The major commercial construction companies in Houston
"Construction companies in Houston" is a broad phrase — it can mean a national contractor running a Texas Medical Center tower, a family-owned firm that has built downtown since the 1910s, or a design-build shop turning around office interiors in 90 days. This reference focuses on the commercial general contractors that take on Houston's larger institutional and vertical work, grouped by the markets they actually serve.
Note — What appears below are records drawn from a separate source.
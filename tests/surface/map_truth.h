// Test helpers for surface maps on simulated photographs: the photo as an
// Image, and the truth over the map's evaluated aperture (the simulator's
// exact gap, sim/gap.h, at every pixel centre, fitted with the same
// FitZernikeGrid / ComputeFormMetrics so that a check is of the fringe
// analysis, not of the metric definitions).
#pragma once

#include <cmath>
#include <limits>
#include <opencv2/core.hpp>
#include <vector>

#include "io/image.h"
#include "sim/gap.h"
#include "sim/simulation.h"
#include "surface/form_metrics.h"
#include "surface/surface_map.h"
#include "surface/zernike_fit.h"

namespace figura::testing {

// A 16-bit simulated photo as the grey float image AnalyseMap takes.
inline Image ToImage(const SimulationResult& photo) {
  Image image;
  photo.image.convertTo(image.pixels, CV_32F);
  image.info.width = photo.image.cols;
  image.info.height = photo.image.rows;
  image.info.bit_depth = 16;
  image.info.channels = 1;
  image.info.full_scale = 65535.0;
  image.info.format = "tiff";
  return image;
}

// The truth over the map's evaluated aperture: gap map, its fit and form
// numbers, piston and tilt removed.
struct MapTruth {
  cv::Mat height_m;
  ZernikeFitResult fit;
  FormMetrics metrics;
};

// The truth of `sim` over the evaluated aperture of `r`, fitted to radial
// order 8 (the map's default).
inline MapTruth TruthOver(const SimulationOptions& sim, const MapResult& r) {
  const GapModel model(sim.gap, sim.aperture_diameter_m / 2.0);
  const double p = sim.camera.pixel_pitch_m;
  MapTruth t;
  t.height_m = cv::Mat(r.height_m.size(), CV_32FC1,
                       cv::Scalar(std::numeric_limits<double>::quiet_NaN()));
  const Circle& c = r.aperture_px;
  GapRow row;
  for (int y = 0; y < t.height_m.rows; ++y) {
    model.PrepareRow((sim.CentreY() - y) * p, &row);
    for (int x = 0; x < t.height_m.cols; ++x) {
      if (std::hypot(x - c.centre.x, y - c.centre.y) > c.radius) continue;
      t.height_m.at<float>(y, x) =
          static_cast<float>(model.AtRow(row, (x - sim.CentreX()) * p));
    }
  }
  ZernikeFitOptions fo;
  fo.max_order = 8;
  t.fit = FitZernikeGrid(t.height_m, c, fo);
  std::vector<double> low(t.fit.coefficients_m.begin(),
                          t.fit.coefficients_m.begin() + 3);
  const cv::Mat valid = (t.height_m == t.height_m);
  t.height_m -= EvaluateZernikeGrid(low, c, t.height_m.size(), valid);
  for (int j = 0; j < 3; ++j) t.fit.coefficients_m[j] = 0.0;
  t.metrics = ComputeFormMetrics(t.height_m, c, t.fit);
  return t;
}

}  // namespace figura::testing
Annual revenue figures move around year to year and rankings published by revenue tend to mix in engineering, specialty-trade, and infrastructure firms that don't bid the same work; what follows is organized around what each firm builds.
Tellepsen
Founded in 1909 and family-owned for four generations, Tellepsen is one of the oldest continuously operating builders in Houston. Its early work — the Miller Outdoor Theatre (1922) and the Rice University Chemistry Building (1923) — is woven into the city's civic history. Today the firm works across commercial, industrial, infrastructure, healthcare, and concrete construction, with notable projects including Texas Children's Hospital and the Centennial Gardens in Hermann Park.
W.S. Bellows Construction
In business since 1914, W.S. Bellows helped shape the Houston skyline and is the city's largest woman-owned general contractor. Its portfolio runs from the San Jacinto Monument to the 1, 2, and 3 Houston Center office towers, Bank One Center, and the ExxonMobil Building — a track record concentrated in high-rise commercial, civic, and healthcare work.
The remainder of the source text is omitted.